Posted by Hans Fugal Wed, 14 May 2008 22:12:01 GMT

I wish StuffIt would just die, already. I'm sick of running into .sit and .hqx files. Thankfully these are quite rare, and usually an indication that the project is ancient and unmaintained. If you ever find you do need to open one, though, head on over to The Unarchiver. Do not under any circumstances even visit the StuffIt website. Only you can prevent StuffIt fires!

I'm sick of Firefox asking me if I want to open archive files (zip, tar, etc.) with "StuffIt Expander (Default)". Earth to Firefox! StuffIt Expander hasn't been included with the OS for several versions now. It is not and never will be installed on my computer. Incidentally, it works just fine—opening files with the appropriate application. In other words, Firefox is a big fat liar. But we knew that.

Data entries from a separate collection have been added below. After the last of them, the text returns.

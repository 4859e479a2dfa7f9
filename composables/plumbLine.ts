export const DAYS_A_YEAR = 365.25

/** A round axis a hair past its end is still that axis. */
const TOLERANCE_YEARS = 0.05
const YEARS_AT_LEAST = 2

/** The ages at which a plumb line is drawn. */
export interface Ages { mean: number, p10: number, p90: number, p50?: number }

/** How many years a common axis has: the oldest 90 % figure, rounded up to even. */
export function axisYears(oldestDays: readonly (number | null)[]): number {
  const years = Math.max(0, ...oldestDays.map(days => days ?? 0)) / DAYS_A_YEAR
  return Math.max(YEARS_AT_LEAST, 2 * Math.ceil((years - TOLERANCE_YEARS) / 2))
}

/** Where on an axis so many days lie. */
export function placeOf(days: number, years: number, wide: number): number {
  return Math.round(days / DAYS_A_YEAR / years * wide * 10) / 10
}

/** The years that are written below an axis. */
export function writtenYears(years: number): number[] {
  const every = years <= 10 ? 2 : years <= 24 ? 4 : 10
  return Array.from({ length: Math.floor(years / every) + 1 }, (_, index) => index * every)
}

/** The five-sided bob with its collar; its point hangs at (x, y). */
export function bobPath(x: number, y: number): string {
  return `M${x - 2.5} ${y - 14.5}h5v3.5h2.5v5l-5 6-5-6v-5h2.5z`
}

/** The ages of a vessel, or null if it holds no beer. */
export function agesOf({ meanAgeDays, p10AgeDays, p50AgeDays, p90AgeDays }: Record<'meanAgeDays' | 'p10AgeDays' | 'p50AgeDays' | 'p90AgeDays', number | null>): Required<Ages> | null {
  if (meanAgeDays === null || p10AgeDays === null || p50AgeDays === null || p90AgeDays === null) return null
  return { mean: meanAgeDays, p10: p10AgeDays, p50: p50AgeDays, p90: p90AgeDays }
}
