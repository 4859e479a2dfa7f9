import { v7 as newId } from 'uuid'
import type { Role } from '#shared/abilities'
import { memberships, users } from '#server/database/schema/index'
import { audit } from './audit'
import type { Work } from './work'

export interface NewMember {
  name: string
  email: string
  passwordHash: string
  role: Role
  accessUntil: string | null
}

/** Take a new person into the crew. */
export async function addToCrew(work: Work, { role, accessUntil, ...person }: NewMember): Promise<{ id: string }> {
  const { tx, brewery, now } = work
  const id = newId()
  await tx.insert(users).values({ id, ...person, createdAt: now })
  await tx.insert(memberships).values({ breweryId: brewery.id, userId: id, role, accessUntil })
  await audit(work, { action: 'member.added', subject: { kind: 'person', id }, detail: { role } })
  return { id }
}
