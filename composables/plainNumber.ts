// A narrow space divides thousands; an ordinary one may be a slip, and is left for the server to speak of.
const NARROW_SPACES = /[\u00A0\u2009\u202F]/g
const PLAIN = /^-?\d+(?:[.,]\d+)?$/
// As we write thousands ourselves. Read as a decimal comma, 4,000 litres would silently become four.
const THOUSANDS = /^-?\d{1,3},\d{3}$/

/** What a person typed into a field of figures: a number if it is one plain decimal, else the text itself, so that the answer can say what is wrong. */
export function plainNumber(text: string): number | string {
  const figures = text.trim().replace(NARROW_SPACES, '')
  return PLAIN.test(figures) && !THOUSANDS.test(figures) ? Number(figures.replace(',', '.')) : text
}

I applaud Apple for finally dropping StuffIt a few years back. There has never, ever been a good reason (other than "I'm stuck in the 1990s OS 9 mac scene") to use StuffIt on OS X. Please join us in the 21st century. Use zip, tar+gzip, or tar+bzip2. Even better (for OS X recipients) use a .dmg. For the love of all that is green, do not do .dmg.sit! You won't get any more compression over a compressed disk image, and you will only make rational people foam at the mouth.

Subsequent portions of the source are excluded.